The White House / YouTube

President Joe Biden applauded his own administration for supposedly “ending the forever war in Afghanistan” during remarks to Congress on Wednesday, despite the fact that he acted to prolong the war beyond the May 1 deadline set by predecessor Donald Trump.

“American leadership means ending the forever war in Afghanistan,” Biden declared in his first such speech as president. “We have the greatest fighting force in the history of the world. I’m the first President in 40 years who knows what it means to have had a son who served in a warzone.”

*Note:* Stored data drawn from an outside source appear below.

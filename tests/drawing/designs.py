"""Small invented mechanisms for the drawing tests (mm, rpm)."""

import kinematics

GATE_LIFTER = {
    "kinepoly": 1, "title": "Gate lifter linkage", "length_unit": "mm",
    "points": {"O2": [0, 0], "A": [24, 32], "B": [150, 95], "O4": [180, 0], "P": [85, 130]},
    "ground": ["O2", "O4"],
    "links": {"crank": ["O2", "A"], "coupler": ["A", "B", "P"], "rocker": ["O4", "B"]},
    "driver": {"link": "crank", "pivot": "O2", "speed": {"value": 90, "unit": "rpm"},
               "angular_acceleration": {"value": 3, "unit": "rad/s^2"}},
}

# Offset slider-crank: 35 mm crank, the block's line 15 mm below the crank pivot.
BOTTLE_PUSHER = {
    "kinepoly": 1, "title": "Bottle pusher", "length_unit": "mm",
    "points": {"O2": [0, 0], "A": [0, 35], "D": [150, -15], "E": [-60, -15], "F": [260, -15]},
    "ground": ["O2", "E", "F"],
    "links": {"crank": ["O2", "A"], "rod": ["A", "D"]},
    "slides": {"block": {"point": "D", "guide": "ground", "line": ["E", "F"]}},
    "driver": {"link": "crank", "pivot": "O2", "speed": {"value": 200, "unit": "rpm"}},
}

# Crank pin A slides along the lever C-T, which turns about C.
SWING_LEVER = {
    "kinepoly": 1, "title": "Swing lever feeder", "length_unit": "mm",
    "points": {"C": [0, 0], "O2": [0, 90], "A": [40, 90], "T": [80, 180]},
    "ground": ["C", "O2"],
    "links": {"crank": ["O2", "A"], "lever": ["C", "T"]},
    "slides": {"slot": {"point": "A", "guide": "lever", "line": ["C", "T"]}},
    "driver": {"link": "crank", "pivot": "O2", "speed": {"value": 60, "unit": "rpm"}},
}

# Not a Grashof crank: crank 60, coupler 80, rocker 50, frame 100 (s + l = 150 > p + q = 140), so the
# crank cannot turn through 180°.
LIMITED_ROCKER = {
    "kinepoly": 1, "title": "Limited rocker", "length_unit": "mm",
    "points": {"O2": [0, 0], "A": [0, 60], "B": [78.61866174379956, 45.19776957299928], "O4": [100, 0]},
    "ground": ["O2", "O4"],
    "links": {"crank": ["O2", "A"], "coupler": ["A", "B"], "rocker": ["O4", "B"]},
    "driver": {"link": "crank", "pivot": "O2", "speed": {"value": 60, "unit": "rpm"}},
}

# The crank drives a three-link group (link1, plate, link2, link3 round the plate): no dyad, so its
# polygon points come from the numeric solver.
TRIAD_PRESS = {
    "kinepoly": 1, "title": "Triad press", "length_unit": "mm",
    "points": {"O2": [0, 0], "A": [30, 20], "B": [80, 60], "C": [130, 70], "D": [110, 110], "O4": [170, 0],
               "O6": [40, 160]},
    "ground": ["O2", "O4", "O6"],
    "links": {"crank": ["O2", "A"], "link1": ["A", "B"], "plate": ["B", "C", "D"], "link2": ["O4", "C"],
              "link3": ["O6", "D"]},
    "driver": {"link": "crank", "pivot": "O2", "speed": {"value": 50, "unit": "rpm"}},
}

DESIGNS = {"gate lifter": GATE_LIFTER, "bottle pusher": BOTTLE_PUSHER, "swing lever": SWING_LEVER,
           "triad press": TRIAD_PRESS}


def construction(design, angle_deg=None):
    return kinematics.construct(kinematics.solve(kinematics.load_mechanism(design), angle_deg))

“War in Afghanistan was never meant to be a multi-generational undertaking of nation-building,” Biden affirmed. “We went to Afghanistan to get terrorists, the terrorists who attacked us on 9/11 and we said we would follow Osama bin Laden to the gates of Hell to do it.”

“After 20 years of American valor and sacrifice, it’s time to bring our troops home,” Biden concluded, while leaving open the possibility of further activities there “to suppress future threats to the homeland.”

Biden did not explicitly state that he is personally responsible for the decision to end America’s military engagement in Afghanistan – which began in 2001 following the al-Qaeda attacks on September 11 of that year – but implied that his leadership will end that engagement. Biden did not mention the fact that extensive talks featuring both the legitimate Afghan government and the Taliban had taken place under President Trump in 2020, resulting in an agreement in which Trump’s administration would withdraw all American military servicemen from Afghanistan by May 1, 2021.

Biden also omitted that, had he not intervened, America’s military presence in that country would have ended on that date. Instead, Biden ordered all U.S. troops out by September 11, 2021, giving the Taliban and other terrorist actors an extra four months to execute attacks on Americans. Biden reportedly consulted George W. Bush, the president who began the war, and former boss Barack Obama prior to extending the “forever war,” but not Trump, who had secured an agreement to end it.

Biden’s prolonging of the Afghan war will also reportedly require the deployment of additional troops between May and September, according to CNN and Afghan news outlets.

Absent from Wednesday’s speech were also the assurances from Biden’s top diplomat, Secretary of State Antony Blinken, that America would invest hundreds of millions of taxpayers’ dollars in Afghanistan and remain deeply involved in the country’s affairs following that withdrawal under the Biden plan.

“The reason I’m here … is to demonstrate literally, by our presence, that we have an enduring and ongoing commitment to Afghanistan,” Blinken said at a press conference in Kabul, the capital of Afghanistan, shortly after Biden announced the extension of the war. “Even when our troops come home, our partnership with Afghanistan will continue.”

Blinken later vowed at least $300 million through USAID, a federal agency, for “additional civilian assistance” to the notoriously corrupt Afghan government.